Items listed in a dataset:
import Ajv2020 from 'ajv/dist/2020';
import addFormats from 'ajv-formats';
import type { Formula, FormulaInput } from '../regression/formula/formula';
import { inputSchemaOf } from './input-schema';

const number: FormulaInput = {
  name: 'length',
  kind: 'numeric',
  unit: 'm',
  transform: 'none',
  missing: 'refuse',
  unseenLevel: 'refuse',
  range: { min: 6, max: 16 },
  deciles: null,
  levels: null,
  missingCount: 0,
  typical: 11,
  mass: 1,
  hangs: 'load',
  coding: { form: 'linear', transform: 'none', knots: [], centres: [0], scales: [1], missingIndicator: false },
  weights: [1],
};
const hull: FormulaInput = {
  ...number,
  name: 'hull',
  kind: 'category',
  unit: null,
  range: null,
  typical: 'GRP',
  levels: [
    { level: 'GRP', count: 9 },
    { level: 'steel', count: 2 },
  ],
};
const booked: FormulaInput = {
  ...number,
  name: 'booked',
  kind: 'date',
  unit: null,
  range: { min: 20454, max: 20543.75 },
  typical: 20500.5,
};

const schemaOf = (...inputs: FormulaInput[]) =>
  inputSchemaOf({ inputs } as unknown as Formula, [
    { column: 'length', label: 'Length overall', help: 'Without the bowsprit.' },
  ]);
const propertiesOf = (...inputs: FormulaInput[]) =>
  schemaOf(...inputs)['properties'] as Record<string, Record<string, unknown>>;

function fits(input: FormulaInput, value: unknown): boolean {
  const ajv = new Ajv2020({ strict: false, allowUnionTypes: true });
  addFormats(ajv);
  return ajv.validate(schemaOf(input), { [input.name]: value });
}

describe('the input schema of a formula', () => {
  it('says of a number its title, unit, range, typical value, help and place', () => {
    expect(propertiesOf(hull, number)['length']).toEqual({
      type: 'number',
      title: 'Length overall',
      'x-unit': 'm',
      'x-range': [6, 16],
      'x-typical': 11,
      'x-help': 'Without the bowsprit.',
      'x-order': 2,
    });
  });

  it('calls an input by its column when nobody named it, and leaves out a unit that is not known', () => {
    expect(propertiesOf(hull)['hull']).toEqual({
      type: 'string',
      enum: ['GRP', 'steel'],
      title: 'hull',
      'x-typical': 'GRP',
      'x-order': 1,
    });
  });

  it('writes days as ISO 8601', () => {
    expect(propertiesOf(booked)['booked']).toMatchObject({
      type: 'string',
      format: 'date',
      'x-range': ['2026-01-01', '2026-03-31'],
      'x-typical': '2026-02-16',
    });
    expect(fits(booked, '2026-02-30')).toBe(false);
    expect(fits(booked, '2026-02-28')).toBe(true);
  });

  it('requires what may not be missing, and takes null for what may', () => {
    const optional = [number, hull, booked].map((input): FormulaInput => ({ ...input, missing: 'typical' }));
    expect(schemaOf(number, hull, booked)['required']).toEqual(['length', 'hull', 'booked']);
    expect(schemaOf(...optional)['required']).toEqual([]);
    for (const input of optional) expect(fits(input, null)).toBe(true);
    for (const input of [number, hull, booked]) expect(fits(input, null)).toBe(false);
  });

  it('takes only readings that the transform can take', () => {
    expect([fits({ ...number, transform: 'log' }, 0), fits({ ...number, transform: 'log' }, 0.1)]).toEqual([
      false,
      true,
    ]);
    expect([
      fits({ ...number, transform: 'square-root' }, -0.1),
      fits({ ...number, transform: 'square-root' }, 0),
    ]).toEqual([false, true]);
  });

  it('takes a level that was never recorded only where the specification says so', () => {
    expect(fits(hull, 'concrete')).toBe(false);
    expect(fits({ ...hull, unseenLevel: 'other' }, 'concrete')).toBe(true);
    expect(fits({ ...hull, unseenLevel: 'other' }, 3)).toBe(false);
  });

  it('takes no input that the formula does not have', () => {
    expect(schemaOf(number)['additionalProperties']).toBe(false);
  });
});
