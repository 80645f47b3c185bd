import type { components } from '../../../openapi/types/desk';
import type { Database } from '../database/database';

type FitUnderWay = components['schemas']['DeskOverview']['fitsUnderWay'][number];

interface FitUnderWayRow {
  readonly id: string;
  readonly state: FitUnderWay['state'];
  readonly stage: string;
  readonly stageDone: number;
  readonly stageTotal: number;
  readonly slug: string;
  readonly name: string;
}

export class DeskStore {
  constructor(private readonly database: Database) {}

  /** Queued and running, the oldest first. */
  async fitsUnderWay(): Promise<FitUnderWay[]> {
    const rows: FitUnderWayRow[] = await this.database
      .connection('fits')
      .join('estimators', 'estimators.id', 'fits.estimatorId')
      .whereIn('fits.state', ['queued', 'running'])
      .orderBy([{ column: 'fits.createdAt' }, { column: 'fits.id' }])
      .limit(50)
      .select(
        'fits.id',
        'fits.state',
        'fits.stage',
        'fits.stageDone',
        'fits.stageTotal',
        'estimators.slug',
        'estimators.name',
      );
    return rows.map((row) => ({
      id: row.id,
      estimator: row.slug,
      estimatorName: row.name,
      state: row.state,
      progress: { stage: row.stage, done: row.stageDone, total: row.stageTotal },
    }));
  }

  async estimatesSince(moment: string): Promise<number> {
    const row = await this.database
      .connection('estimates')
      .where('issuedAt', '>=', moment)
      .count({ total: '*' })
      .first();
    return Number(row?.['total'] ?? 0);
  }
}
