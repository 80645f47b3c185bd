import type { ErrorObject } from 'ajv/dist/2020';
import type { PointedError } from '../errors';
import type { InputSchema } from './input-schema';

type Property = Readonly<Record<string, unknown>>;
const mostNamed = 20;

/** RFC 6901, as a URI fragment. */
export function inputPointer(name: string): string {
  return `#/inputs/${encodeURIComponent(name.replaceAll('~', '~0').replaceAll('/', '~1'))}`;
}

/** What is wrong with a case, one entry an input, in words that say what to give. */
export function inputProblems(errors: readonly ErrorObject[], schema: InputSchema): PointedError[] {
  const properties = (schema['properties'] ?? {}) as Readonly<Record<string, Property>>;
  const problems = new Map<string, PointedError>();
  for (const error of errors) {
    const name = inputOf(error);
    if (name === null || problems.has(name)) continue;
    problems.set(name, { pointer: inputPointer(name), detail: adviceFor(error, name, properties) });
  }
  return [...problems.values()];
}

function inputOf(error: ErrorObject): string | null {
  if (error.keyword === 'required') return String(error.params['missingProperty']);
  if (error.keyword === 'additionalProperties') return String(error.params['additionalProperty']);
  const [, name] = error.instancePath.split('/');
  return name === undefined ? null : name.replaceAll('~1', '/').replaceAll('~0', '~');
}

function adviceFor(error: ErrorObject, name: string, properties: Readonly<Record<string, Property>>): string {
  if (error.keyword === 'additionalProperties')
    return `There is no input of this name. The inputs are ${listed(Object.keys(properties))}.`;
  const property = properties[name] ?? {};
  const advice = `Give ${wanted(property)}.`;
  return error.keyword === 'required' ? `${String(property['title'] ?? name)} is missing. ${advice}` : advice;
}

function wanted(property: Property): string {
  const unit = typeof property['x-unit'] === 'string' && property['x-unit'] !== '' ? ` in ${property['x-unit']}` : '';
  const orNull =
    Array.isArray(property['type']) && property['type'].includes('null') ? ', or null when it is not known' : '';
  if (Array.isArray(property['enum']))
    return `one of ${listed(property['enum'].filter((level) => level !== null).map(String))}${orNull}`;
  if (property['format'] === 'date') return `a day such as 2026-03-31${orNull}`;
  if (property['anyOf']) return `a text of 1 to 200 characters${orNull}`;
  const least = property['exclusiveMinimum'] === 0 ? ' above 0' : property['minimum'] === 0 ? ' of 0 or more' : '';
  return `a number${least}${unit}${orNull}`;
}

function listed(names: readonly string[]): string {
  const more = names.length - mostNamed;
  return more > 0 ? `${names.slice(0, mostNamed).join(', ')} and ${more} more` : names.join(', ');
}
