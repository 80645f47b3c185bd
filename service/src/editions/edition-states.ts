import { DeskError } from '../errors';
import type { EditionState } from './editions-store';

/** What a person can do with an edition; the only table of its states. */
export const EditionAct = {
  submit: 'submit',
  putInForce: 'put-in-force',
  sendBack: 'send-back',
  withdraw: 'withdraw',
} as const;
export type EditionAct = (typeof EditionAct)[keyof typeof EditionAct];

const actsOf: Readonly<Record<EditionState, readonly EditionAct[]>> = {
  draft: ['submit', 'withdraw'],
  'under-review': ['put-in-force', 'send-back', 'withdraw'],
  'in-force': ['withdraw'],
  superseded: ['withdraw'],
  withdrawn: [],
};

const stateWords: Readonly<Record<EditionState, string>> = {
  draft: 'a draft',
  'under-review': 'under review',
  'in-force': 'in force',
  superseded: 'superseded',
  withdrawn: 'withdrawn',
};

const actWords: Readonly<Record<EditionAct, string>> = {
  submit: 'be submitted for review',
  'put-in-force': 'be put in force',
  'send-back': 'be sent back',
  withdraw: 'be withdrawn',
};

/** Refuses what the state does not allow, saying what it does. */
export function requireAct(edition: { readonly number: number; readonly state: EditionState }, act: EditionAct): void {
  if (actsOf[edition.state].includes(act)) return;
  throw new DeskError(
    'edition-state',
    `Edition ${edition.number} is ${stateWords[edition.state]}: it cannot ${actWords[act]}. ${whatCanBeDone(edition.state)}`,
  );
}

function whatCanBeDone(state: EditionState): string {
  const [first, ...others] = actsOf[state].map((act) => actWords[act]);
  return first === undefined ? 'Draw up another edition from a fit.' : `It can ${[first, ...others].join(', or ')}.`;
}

_Work item_.
Search the data above for the word "fitsUnderWay". Copy each line it is in.

_Response_.
type FitUnderWay = components['schemas']['DeskOverview']['fitsUnderWay'][number];
  async fitsUnderWay(): Promise<FitUnderWay[]> {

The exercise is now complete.